I also need to pray that I would not be judgemental of the ignorant because for a long time I was one of them. I went to church, gave my tithe and offering, sang the songs, prayed the prayers, voluntered, and made my presence known in the church, but my love and passion for him had not increased. I was just playing church. So many people are doing the same. They are playing the part, but are not letting it change them. Why?? Because they don't want to change. They don't want to be convicted of their sin. They want God to save them from Hell, but they don't want anything else to do with him after that. Selfish! I'm so afraid to think of all the people who will one day be told "Depart from me, oh worker of iniquities. I never knew you!" I must pray that the Holy Spirit will convict those believers and that they will fall madly in love with God. Also, that I will show them the love of Christ.

Friday, May 14, 2010

I hate my Thermax!!

I need a new vaccum cleaner!!! I am so tired of lugging around my huge Thermax! With three kids, everything someone ends up on the floor. So, I need a vaccum that is easy to get to and use. Anytime I need to vaccum I have to go through like 10,000 steps before I can even plug my stupid Thermax in! It is RIDICULOUS!!! So, I've decided to save up for a Dyson Ball...maybe by the end of the summer I can chunk my old vaccum and say hello to a new one! Wish me luck!

Monday, May 3, 2010

Adoption

Recently, Nolan had his first birthday, so I've started weaning him. I have really enjoyed nursing him and am really sad to see this special time come to an end. For those of you who have nursed, you know emotional this is. Especially when this could be the last child I nurse.

I'm sure those of you who know me are thinking "What? I thought she wanted like 4 or 5 kids!" And you would be correct. I do want more children, but feel the Lord is leading us to adoption sometime in the future. I have always wanted to adopt but lately have really felt this calling on my life. What better way to model the adoption of believers into the family of God than to adopt a child or two into our family. I have always felt like my purpose in life was to be a mother and my greatest goal is to teach my children the truths of the gospel. I long for them to fall madly in love with their Creator and see Him as beautiful and that as they grow, their lives would GLORIFY Him!!

I feel a strong sense to reach out and be a mother to the motherless and to show them the love and mercy that God has shown to me. Christ did not adopt us based on our worth or anything we had done. We were not pleasant to look at, but were sinners and rebels. But in his mercy he called us unto himself and that his grace would be praised. In will not adopt a child for myself but for God's glory. I want to glorify the grace of God - to train our precious children to make much of God.

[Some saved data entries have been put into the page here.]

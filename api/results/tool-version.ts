import { readFileSync } from 'node:fs';

/** Tremora's version, from package.json: it goes into every run's provenance. */
export const TOOL_VERSION: string = (
  JSON.parse(readFileSync(new URL('../../package.json', import.meta.url), 'utf8')) as {
    version: string;
  }
).version;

I am looking forward to seeing what the Walker's look like in 5 years!! This could be very interesting:)

Tuesday, April 20, 2010

Wednesday, April 7, 2010

A Time of Prayer

I have really been convicted lately of our church's children's ministry. Don't get me wrong, I attend a great church (FBC - Magnolia) with an aray of ministry opportunities. I just feel like there has got to be a change. We need workers, teachers, people who truly care about the spirituality of our children! I really feel like it's time for a change. I am really praying that God will reveal his will to me and that he would show me what I can do to make a change and encourage others to join in my efforts to grow our precious children in the knowlegde and truth of Scripture and to fall madly in love with the One who created them!

As a mother to 3 wonderful kids, I have really been convicted of the way we have watered down and "dumbed" down the Gospel because we think our children are too young and "simple" to understand it. I think it has alot to do with the secular humanistic philosphies we, believers, have aloud to encrouch on every aspect of our lives. We think we are doing a good thing by teaching songs like "Jesus Loves Me" and "This Little Light of Mine", but I have come to realize we are really cheating them out of a passionate relationship with the Creator.

I realize I may be somewhat crazy, but I find it of dire importance that my children fall in love with God early and grow in that love. So what if they know all the stories of the Bible? That in itself is not what will get them to Heaven. Somewhere through the years, we have decided that Hell is too harsh a subject, sin is to complicated to explain, and our total depravity makes us look too needy. We have given our children way to much freedom in their thinking, like this life is solely theirs to live. What have we done?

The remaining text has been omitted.